Tuesday, 19 March 2019
Your baby is finally heading for college. But they shouldn't be a baby any more — especially when it comes to financial responsibility.
Unfortunately, most college freshmen aren't equipped to make sound financial decisions. The National Financial Capability Study found that 89 percent of college freshmen surveyed scored a "C" or lower on a test of basic money skills, including the importance of a credit score, what "net pay" really means, and typical paycheck deductions.
That's the bad news. The good news is that it's never too late to learn basic money skills. Before moving your student into their new dorm room, make sure they're equipped with these essential financial management tips:
Help your student outline how much they'll need for monthly expenses: housing, utilities, food, transportation, insurance and entertainment. Create another budget for less frequent expenses, like textbooks and traveling home for the holidays.

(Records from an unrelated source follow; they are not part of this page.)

def sweep_figure(result, *, units: str):
    """One panel per statistic (credit share, P(ranks first)) against the error level.

    Each of the sweep's top features is a colour, each kernel a marker and
    line style; error bars are one standard error, and the kernels' points
    are set slightly apart along the (log) error axis so their bars do not
    hide each other. Legends sit outside the panels, beside the panel they
    explain, and the figure is laid out with matplotlib's constrained layout
    so nothing is cut off at one kernel or at four.

    Parameters
    ----------
    result : terrain.sweep.SweepResult
    units : str
        Vertical units of the error level (x axis).
    """
    import matplotlib

    matplotlib.use("Agg", force=False)
    from matplotlib.figure import Figure

    rows = result.rows
    kernels = list(dict.fromkeys(kernel for kernel, _ in result.runs))  # rows may be empty
    what = "summit" if result.job.kind == "peaks" else "depression"
    fig = Figure(figsize=(9.0, 7.4), dpi=110, layout="constrained")
    axes = fig.subplots(len(SWEEP_STATISTICS), 1, sharex=True)
    levels = sorted({level for _, level in result.runs})
    features, kernel_keys = _sweep_lines(axes, rows, result.top, kernels, what)
    if not result.top:
        axes[0].text(0.5, 0.5, f"no {what}s above the cut-off in any run", ha="center",
                     va="center", transform=axes[0].transAxes)
    for ax, (_, _, label) in zip(axes, SWEEP_STATISTICS):
        ax.set_ylabel(label, fontsize=10)
        ax.set_xscale("log")
        ax.set_xticks(levels, [f"{v:g}" for v in levels])
        ax.minorticks_off()
        ax.grid(alpha=0.3)
        ax.tick_params(labelsize=9)
    axes[-1].set_xlabel(f"assumed error RMSE ({units})", fontsize=10)
    axes[0].legend(handles=features, title=f"{what} feature", fontsize=9, title_fontsize=9,
                   loc="upper left", bbox_to_anchor=(1.02, 1.0), borderaxespad=0.0)
    axes[1].legend(handles=kernel_keys, title="error kernel", fontsize=9, title_fontsize=9,
                   loc="upper left", bbox_to_anchor=(1.02, 1.0), borderaxespad=0.0)
    fig.suptitle(f"How {what} attribution spreads as the assumed error grows\n"
                 "(error bars: 1 standard error)", fontsize=11)
    return fig


def _sweep_lines(axes, rows, top, kernels, what):
    """Draw every (feature, kernel) line on every statistic's panel; return legend handles."""
    import matplotlib
    from matplotlib.lines import Line2D

    colours = matplotlib.colormaps["tab10"]
    kern, fid = np.array(rows["kernel"]), np.array(rows["feature_id"])
    rmse = np.array(rows["rmse"], dtype=float)
    spread = 0.035 * (np.arange(len(kernels)) - (len(kernels) - 1) / 2)  # in natural-log units
    for j, kernel in enumerate(kernels):
        marker, style = _KERNEL_STYLE[j % len(_KERNEL_STYLE)]
        for n_f, f in enumerate(top):
            sel = (kern == kernel) & (fid == f)
            order = np.argsort(rmse[sel])
            x = rmse[sel][order] * np.exp(spread[j])
            for ax, (col, se, _) in zip(axes, SWEEP_STATISTICS):
                ax.errorbar(x, np.array(rows[col])[sel][order], yerr=np.array(rows[se])[sel][order],
                            marker=marker, ms=4, capsize=2, lw=1.2, ls=style,
                            color=colours(n_f % 10))
    features = [Line2D([], [], color=colours(n_f % 10), lw=2, label=f"{what} #{f}")
                for n_f, f in enumerate(top)]
    kernel_keys = [Line2D([], [], color="0.25", marker=m, ls=ls, lw=1.2, label=k)
                   for k, (m, ls) in zip(kernels, (_KERNEL_STYLE[j % len(_KERNEL_STYLE)]
                                                   for j in range(len(kernels))))]
    return features, kernel_keys
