"""The persistence cut-off of each realisation (jittered from its own stream when asked)."""

from __future__ import annotations

from typing import Any

import numpy as np

from ..noise import Kernel, realisation_rng

__all__ = ["realisation_threshold"]


def realisation_threshold(job: Any, kernel: Kernel, seed: int, i: int) -> float:
    """The threshold of realisation ``i`` (drawn from its own stream when jittered)."""
    if job.threshold_jitter <= 0:
        return job.threshold
    u = float(kernel.sample(realisation_rng(seed, i, 2), 1, np.float64)[0])
    # u has unit bandwidth; scale so the threshold's standard deviation is the jitter
    return max(0.0, job.threshold + u * kernel.halfwidth(job.threshold_jitter))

Your student may have had a seasonal job before, but going to college is a good time to reiterate how we pay taxes.
A full 70 percent of Americans aged 18 to 29 have no retirement savings, according to this Bankrate survey, and 30 percent of all Americans have nothing socked away for old age. Retirement may not be a priority now, but it's critical that young people understand the perils of living without a financial cushion.
College students who graduated in 2013 averaged nearly $30,000 in student loans in 2013. Whether choosing a savings account or financing a university degree, students must understand the so-called "miracle of compound interest."
College is a good time to begin establishing a credit history. Explain to your student the importance of a high credit score: it helps get favorable interest rates on loans for a home, car or business, getting their own phone plan, and even applying for a job.